The bed creaking and Morgan mumbling about plucking lighthouse keepers were the last sounds Destiny remembered. She woke to find Morgan doing push-ups on the floor, on her side of the bed, Caramello riding his back, kitty paws around his neck. She wished she’d brought a camera.
Destiny bit the inside of her lip, she was so charmed. “Good morning,” she said. “You’re working up quite a sweat.”
“You snore,” he snapped. “So does your cat. And what’s with the noises you make while you sleep?”
“What noises? My—no man has ever complained about the noises I make in my sleep.” She’d nearly said her sisters didn’t, but in a perverse way, she liked baiting him.
He stopped flexing his muscles and gave her a nasty look. So he did care where she slept and with whom? An interesting sign from a man she’d been sparring with and lusting after from day one.
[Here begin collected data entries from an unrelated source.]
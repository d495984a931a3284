"""``patch``: write a copy of the model that outputs calibrated probabilities."""

from __future__ import annotations

import os
from collections.abc import Sequence
from dataclasses import dataclass, replace
from pathlib import Path
from typing import TYPE_CHECKING, Any, cast

import numpy as np
import onnx

from .. import graph
from .._limits import DEFAULT_MAX_MODEL_BYTES
from .._numeric import check_in_dtype
from .._paths import one_command
from ..decisions.plan import NO_DECISIONS, DecisionOptions, Decisions, check_decision_options
from ..errors import OnnxcalError, keyword_errors
from ..graph import Record
from ..scaling import Scaling
from .common import (
    check_columns,
    check_model_outputs,
    file_only_sha256,
    model_byte_limit,
)
from .models import models_in_memory

if TYPE_CHECKING:  # the fit, data and decision stages are imported when the options ask for them
    from ..data import DataSpec
    from ..fit import FitSummary


@dataclass(frozen=True)
class PatchResult:
    """A written patched model and its calibration record."""

    path: str
    record: Record
    decisions: Decisions | None = None


@dataclass(frozen=True)
class PatchOptions:
    """How to rewrite the graph (the patch options shared by patch and calibrate).

    Attributes
    ----------
    output : str, optional
        The class-score output (the likeliest float output by default).
    output_name : str, default "probabilities"
        Name of the added output when the model ends in raw logits.
    drop_logits : bool
        Remove the logits output in that case.
    activation : {"softmax", "sigmoid"}, optional
        What follows raw logits (default: sigmoid for one logit, else softmax).
    compute_dtype : {"float32", "float64"}, optional
        Run the Div and activation in this dtype (e.g. for float16 models).
    fold : bool
        Fold the scaling into the weight and bias of the final Gemm /
        MatMul(+Add) instead of adding nodes (temperature, vector, Platt
        and matrix scaling; refused, with the reason, for the maps that are
        not linear in the logits).
    output_holds : {"logits", "probabilities", "log-probabilities"}, optional
        What the output holds, when the graph cannot tell.
    score_columns : str, optional
        ``"START:STOP"``: calibrate only these positions of an output that
        concatenates class scores with other values.
    """

    output: str | None = None
    output_name: str = graph.DEFAULT_OUTPUT_NAME
    drop_logits: bool = False
    activation: str | None = None
    compute_dtype: str | None = None
    fold: bool = False
    output_holds: str | None = None
    score_columns: str | None = None

    def patch(self, model: onnx.ModelProto, calibration: float | Scaling, *, sha: str, path: str | os.PathLike[str],
              fit: dict[str, Any], reading: dict[str, Any] | None = None,
              fitted_on: str = "", largest_logit: float | None = None) -> onnx.ModelProto:
        """``graph.patch`` with these options, its parameters checked against the dtype the graph
        computes them in (and, given ``largest_logit``, against the logits seen; see ``_numeric``).
        ``reading`` says how a capture read the model."""
        with np.errstate(over="ignore", under="ignore", invalid="ignore", divide="ignore"):  # checked below
            patched = self._patch(model, calibration, sha=sha, path=path, fit=fit, reading=reading, fitted_on=fitted_on)
        for record in graph.read_records(patched):
            dtype = record.compute_dtype or graph.temperature_dtype(patched, record) or "float32"
            check_in_dtype(record.scaling, dtype, largest_logit=largest_logit)
        return patched

    def _patch(self, model: onnx.ModelProto, calibration: float | Scaling, *, sha: str, path: str | os.PathLike[str],
               fit: dict[str, Any], reading: dict[str, Any] | None,
               fitted_on: str) -> onnx.ModelProto:
        if reading is None:
            reading = {} if self.output_holds is None else {"holds": self.output_holds, "holds_from": "stated"}
        if self.score_columns is not None:
            reading = {**reading, "score_columns": self.score_columns}
        return graph.patch(
            model,
            calibration,
            source_sha256=sha,
            source_name=Path(path).name,
            output=self.output,
            new_output=self.output_name,
            drop_logits=self.drop_logits,
            fit=_portable(fit),
            activation=self.activation,
            compute_dtype=self.compute_dtype,
            fold=self.fold,
            fitted_on_sha256=fitted_on,
            **reading,
        )


def _portable(fit: dict[str, Any]) -> dict[str, Any]:
    """A fit summary without the user's directories: file names only (the record goes inside the model)."""
    capture = fit.get("capture")
    if not isinstance(capture, dict):
        return fit
    capture = dict(capture)
    for key in ("model_path", "data_source"):
        if isinstance(capture.get(key), str):
            capture[key] = " + ".join(_name(part) for part in capture[key].split(" + "))
    if isinstance(capture.get("merged_from"), (list, tuple)):
        capture["merged_from"] = [_name(p) for p in capture["merged_from"]]
    return {**fit, "capture": capture}


def _name(text: str) -> str:
    """The last component of a path written POSIX or Windows style."""
    return text.replace("\\", "/").rstrip("/").rsplit("/", 1)[-1] or text


def _resolve_scaling(
    temperature: float | None, fit_source: FitSummary | str | os.PathLike[str] | None
) -> tuple[float | Scaling, dict[str, Any]]:
    if (temperature is None) == (fit_source is None):
        raise OnnxcalError("give exactly one of --temperature and --fit")
    if temperature is not None:
        return graph.check_temperature(temperature), {"method": "temperature", "given": True}
    assert fit_source is not None  # exactly one of the two is given (checked above)
    from ..fit import FitSummary, load_fit

    summary = fit_source if isinstance(fit_source, FitSummary) else load_fit(fit_source)
    return summary.scaling, summary.to_dict()


@keyword_errors
@models_in_memory("model_path")
@one_command
def patch(
    model_path: str | os.PathLike[str] | onnx.ModelProto,
    out: str | os.PathLike[str],
    *,
    temperature: float | None = None,
    fit: FitSummary | str | os.PathLike[str] | None = None,
    output: str | None = None,
    output_name: str = graph.DEFAULT_OUTPUT_NAME,
    drop_logits: bool = False,
    activation: str | None = None,
    compute_dtype: str | None = None,
    fold: bool = False,
    force: bool = False,
    max_model_bytes: int | str = DEFAULT_MAX_MODEL_BYTES,
    output_holds: str | None = None,
    fitted_on_twin: bool = False,
    score_columns: str | None = None,
    decisions: DecisionOptions = NO_DECISIONS,
    decision_data: str | os.PathLike[str] | DataSpec | None = None,
) -> PatchResult:
    """Write a copy of the model that outputs calibrated probabilities.

    Parameters
    ----------
    model_path : path
        The ONNX model; never modified. A model already patched by onnxcal
        has the patch of the same output undone first (so patches never
        stack); the calibration of other outputs is kept.
    out : path
        The patched model; must differ from ``model_path``. A model with
        external data is written with its weights in ``out``.data, streamed
        from the model's files (never loaded; only ``fold`` reads the one
        weight it scales).
    temperature : float, optional
        T; or give ``fit``.
    fit : FitSummary or path, optional
        A fit (or FIT.json) whose parameters are baked in and recorded.
    output, output_name, drop_logits, activation, compute_dtype, fold, output_holds, score_columns
        See :class:`PatchOptions`. With ``fit``, the output and how it was
        read (e.g. probabilities read through log p, the score columns)
        are the capture's, unless given.
    force : bool
        Replace an existing ``out``.
    max_model_bytes : int or str, default 8 GiB
        Larger model files are refused unread (the external data do not count: patch never loads them).
    fitted_on_twin : bool
        The fit was made on another build of this model (its float16 or
        quantized twin): a fit whose capture's model sha256 differs from
        this model's (and from its recorded original's) is refused without
        it. The record then holds both hashes.
    decisions, decision_data
        Decision outputs beside the calibrated probabilities (``accept``,
        ``class_set``, ``class_set_size``; docs/decisions.md), their
        thresholds chosen on ``decision_data``, a labelled set the map was
        not fitted on, run through the patched model (required with them).
    """
    limit = model_byte_limit(max_model_bytes)
    check_columns(score_columns)
    separate = _decision_set(decisions, decision_data)
    inputs = [model_path] + ([fit] if isinstance(fit, (str, os.PathLike)) else [])
    inputs += separate.files() if separate is not None else []
    external = check_model_outputs(out, inputs, model_path, force, limit)
    calibration, fit_dict = _resolve_scaling(temperature, fit)
    if fitted_on_twin and fit is None:
        raise OnnxcalError("--fitted-on-twin applies to --fit (a fit made on another build of the model)")
    model = graph.load_model(model_path, max_bytes=limit, count_external=False)
    with graph.SourceHash(model_path) as sha:  # hashed on a second thread while the weights are copied
        return _patch_and_save(model, model_path, out, sha, calibration, fit_dict, fit, fitted_on_twin, external,
                               PatchOptions(output, output_name, drop_logits, activation, compute_dtype, fold,
                                            output_holds, score_columns), separate, decisions)


def _patch_and_save(
    model: onnx.ModelProto, model_path: str | os.PathLike[str], out: str | os.PathLike[str], sha: graph.SourceHash,
    calibration: float | Scaling, fit_dict: dict[str, Any], fit: FitSummary | str | os.PathLike[str] | None,
    fitted_on_twin: bool, external: bool, patching: PatchOptions, separate: DataSpec | None,
    decisions: DecisionOptions,
) -> PatchResult:
    """``patch`` once the model is loaded, while ``sha`` is computed: the record holds
    ``PENDING_SHA256`` until the weights are copied, then the hash (waited for only here, or
    earlier by ``_provenance``, before anything is written, when the fit's model must be compared)."""
    records = graph.read_records(model)
    for previous in records:  # re-patching undoes a head: its record must fit the graph
        graph.check_record(model, previous, f"'{model_path}'")
    fitted_on = _provenance(fit_dict, fit, model_path, sha, records, fitted_on_twin)
    meta = cast("dict[str, Any]", fit_dict.get("capture")) if isinstance(fit_dict.get("capture"), dict) else {}
    if patching.output is None and meta.get("output") in {o.name for o in model.graph.output} and not records:
        patching = replace(patching, output=meta["output"])
    reading = None
    if patching.output_holds is None and meta:
        from .. import reading as _reading

        reading = _reading.patch_reading(meta)
    patched = patching.patch(model, calibration, sha=graph.PENDING_SHA256, path=model_path, fit=fit_dict,
                             reading=reading, fitted_on=fitted_on)
    chosen = None
    if separate is not None:
        from . import deciding

        patched, chosen = deciding.for_patch(patched, patching.output, separate, decisions)

    def fill(message: onnx.ModelProto) -> None:
        graph.fill_source_sha256(message, sha.result())

    graph.save_model(patched, out, external=external, finish=fill)
    fill(patched)
    record = graph.read_record(patched, patching.output)
    assert record is not None  # the patch just wrote the record of this output (or, without output, the last one)
    return PatchResult(path=str(out), record=record, decisions=chosen)


def _decision_set(decisions: DecisionOptions, decision_data: str | os.PathLike[str] | DataSpec | None
                  ) -> DataSpec | None:
    """The labelled set to choose decision thresholds on (None: no decision outputs), checked before any work.

    The decision stage (onnxruntime, the data loaders) is imported only when decisions are asked for.
    """
    if not decisions.wanted:
        check_decision_options(decisions)  # deciding.check_request's whole check when none are wanted
        return None
    from . import deciding

    deciding.check_request(decisions, decision_data is not None, None)
    return deciding.decision_spec(decisions, decision_data, None)


def _provenance(
    fit_dict: dict[str, Any], fit: FitSummary | str | os.PathLike[str] | None, model_path: str | os.PathLike[str],
    sha: graph.SourceHash, records: Sequence[Record], twin: bool,
) -> str:
    """The sha256 of the twin the fit was made on ("" for this model); a fit of another model is refused.

    The fit's capture names the model it ran (sha256). It may be this file,
    or, for a model already patched, the original the records name. The
    model's own hash is waited for only when the others do not match.
    """
    meta = cast("dict[str, Any]", fit_dict.get("capture")) if isinstance(fit_dict.get("capture"), dict) else {}
    fitted = cast("str", meta.get("model_sha256")) if isinstance(meta.get("model_sha256"), str) else None
    if fit is None or not fitted:
        return ""
    if fitted in {file_only_sha256(model_path), *(r.source_sha256 for r in records)} or fitted == sha.result():
        return ""
    if not twin:
        where = f"'{fit}'" if isinstance(fit, (str, os.PathLike)) else "the fit"
        raise OnnxcalError(
            f"{where} was fitted on the model with sha256 {fitted[:12]}..., not on '{model_path}' "
            f"(sha256 {sha.result()[:12]}...)",
            "patch the model the fit was made on, or add --fitted-on-twin if this model is a build of it "
            "(its float16 or quantized twin)",
        )
    return fitted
A man who’d been running since day one.
“You whimper and you sigh,” he said, “like you’re having great sex—and your cat slept on my chest, braying like a drunk donkey.”
Destiny sat up, shook her head, and ran her hands through her hair, sure she had a bad case of bed head. “I see you’re a morning person.” She got up and found one of his pajama tops to use in lieu of a robe.
“Your hair’s a mess,” he said, “but it’s never looked so beautiful.” He stood wiping the perspiration off his face and chest with a towel he’d thrown over the foot of the bed. She wished she had the balls to push him back on the bed and make him sweat some more.